Data extracts -
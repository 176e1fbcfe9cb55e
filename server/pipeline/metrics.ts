import { findPeaks, frequencyResponse, welch, type FilterDesign } from "@/lib/dsp";
import type { CandidateMetrics } from "@/lib/protocol";

/** Largest lag searched, in seconds and in samples (whichever is smaller). */
export const MAX_LAG_SECONDS = 0.1;
export const MAX_LAG_SAMPLES = 256;

/**
 * Lag of y behind x in samples: the k in [0, maxLag] maximising the cross-correlation
 * Σ (x[n−k] − x̄)(y[n] − ȳ) over the overlap, normalised by overlap length (direct time-domain
 * cross-correlation peak; Knapp & Carter 1976 describe the general estimator, used here unweighted).
 */
export function crossCorrelationLag(x: Float64Array, y: Float64Array, maxLag: number): number {
  const n = Math.min(x.length, y.length);
  let mx = 0;
  let my = 0;
  for (let i = 0; i < n; i++) {
    mx += x[i];
    my += y[i];
  }
  mx /= n;
  my /= n;
  let best = 0;
  let bestValue = -Infinity;
  for (let k = 0; k <= Math.min(maxLag, n - 2); k++) {
    let s = 0;
    for (let i = k; i < n; i++) s += (x[i - k] - mx) * (y[i] - my);
    s /= n - k;
    if (s > bestValue) {
      bestValue = s;
      best = k;
    }
  }
  return best;
}

function rms(x: Float64Array): number {
  let s = 0;
  for (let i = 0; i < x.length; i++) s += x[i] * x[i];
  return Math.sqrt(s / x.length);
}

/** PSD value at the bin nearest f (unit²/Hz). */
function psdAt(freqsHz: number[], psd: number[], f: number): number {
  const step = freqsHz[1] - freqsHz[0];
  return psd[Math.min(psd.length - 1, Math.max(0, Math.round(f / step)))];
}

/**
 * Live metrics of one candidate from equally long, time-aligned blocks of raw input and candidate
 * output (the last second, taken only once the filter has run long enough to settle):
 * - lagMs: cross-correlation lag of output behind raw;
 * - removedRms: RMS of raw delayed by that lag minus the output, in the channel's unit;
 * - noiseLineHz: strongest spectral peak of raw (Welch PSD, findPeaks);
 * - measuredAttenuationDb: 10·log10 of raw PSD over output PSD at that line;
 * - predictedAttenuationDb: −|H| in dB of the design at that line.
 */
export function candidateMetrics(raw: Float64Array, out: Float64Array, design: FilterDesign): CandidateMetrics {
  const fs = design.sampleRateHz;
  const maxLag = Math.min(MAX_LAG_SAMPLES, Math.round(MAX_LAG_SECONDS * fs));
  const lag = crossCorrelationLag(raw, out, maxLag);
  const removed = new Float64Array(raw.length - lag);
  for (let i = lag; i < raw.length; i++) removed[i - lag] = raw[i - lag] - out[i];
  const segmentLength = Math.min(raw.length, 1024);
  const rawPsd = welch(raw, fs, { segmentLength });
  const [line] = findPeaks(rawPsd.freqsHz, rawPsd.psd, { count: 1 });
  const base = { removedRms: rms(removed), lagMs: (lag * 1000) / fs };
  if (!line) return { ...base, noiseLineHz: null, measuredAttenuationDb: null, predictedAttenuationDb: null };
  const outPsd = welch(out, fs, { segmentLength });
  const ratio = psdAt(rawPsd.freqsHz, rawPsd.psd, line.freqHz) / psdAt(outPsd.freqsHz, outPsd.psd, line.freqHz);
  return {
    ...base,
    noiseLineHz: line.freqHz,
    measuredAttenuationDb: Number.isFinite(ratio) && ratio > 0 ? 10 * Math.log10(ratio) : null,
    predictedAttenuationDb: -frequencyResponse(design, [line.freqHz]).magnitudeDb[0],
  };
}
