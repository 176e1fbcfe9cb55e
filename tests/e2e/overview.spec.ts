import { expect, test } from "@playwright/test";
import { DEMO_ALARM_RULES, DEMO_RIGS } from "@/lib/demo/lab";
import { OverviewPage } from "./pages/overview-page";
import { SignInPage } from "./pages/sign-in-page";

const DEMO_PATHS = DEMO_RIGS.flatMap((rig) => rig.devices.flatMap((d) => d.channels.map((c) => `${rig.key}/${d.key}/${c.key}`)));

test("an operator sees every demo channel online, with a recent sample and a sparkline", async ({ page }) => {
  await new SignInPage(page).signInAs("operator");
  const overview = new OverviewPage(page);
  await overview.open();
  expect((await overview.paths()).sort()).toEqual([...DEMO_PATHS].sort());
  for (const path of DEMO_PATHS) {
    const card = overview.card(path);
    await expect(card.getByTestId("device-state")).toHaveText("online", { timeout: 10_000 });
    await expect(card.getByTestId("sparkline")).toBeVisible();
    await expect(card.getByTestId("sample-age")).toHaveText(/^\d+\.\d s ago$/);
    if (DEMO_ALARM_RULES.some((r) => r.channel === path)) await expect(overview.alarmLine(path)).not.toHaveAttribute("data-alarm", "none");
    else await expect(overview.alarmLine(path)).toHaveText("alarms: none configured");
  }
});

test("the live overview API refuses a visitor who is not signed in", async ({ request }) => {
  const res = await request.get("/api/v1/live/overview");
  expect(res.status()).toBe(401);
  expect((await res.json()).error.code).toBe("unauthorized");
});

Task description - Return a word-for-word copy of the lines above from the one holding "filename server/pipeline/metrics.ts" through the one holding "for (let i = k;", with both of them included and nothing besides.

Solution to the exercise -
filename server/pipeline/metrics.ts
import { findPeaks, frequencyResponse, welch, type FilterDesign } from "@/lib/dsp";
import type { CandidateMetrics } from "@/lib/protocol";

/** Largest lag searched, in seconds and in samples (whichever is smaller). */
export const MAX_LAG_SECONDS = 0.1;
export const MAX_LAG_SAMPLES = 256;

/**
 * Lag of y behind x in samples: the k in [0, maxLag] maximising the cross-correlation
 * Σ (x[n−k] − x̄)(y[n] − ȳ) over the overlap, normalised by overlap length (direct time-domain
 * cross-correlation peak; Knapp & Carter 1976 describe the general estimator, used here unweighted).
 */
export function crossCorrelationLag(x: Float64Array, y: Float64Array, maxLag: number): number {
  const n = Math.min(x.length, y.length);
  let mx = 0;
  let my = 0;
  for (let i = 0; i < n; i++) {
    mx += x[i];
    my += y[i];
  }
  mx /= n;
  my /= n;
  let best = 0;
  let bestValue = -Infinity;
  for (let k = 0; k <= Math.min(maxLag, n - 2); k++) {
    let s = 0;
    for (let i = k; i < n; i++) s += (x[i - k] - mx) * (y[i] - my);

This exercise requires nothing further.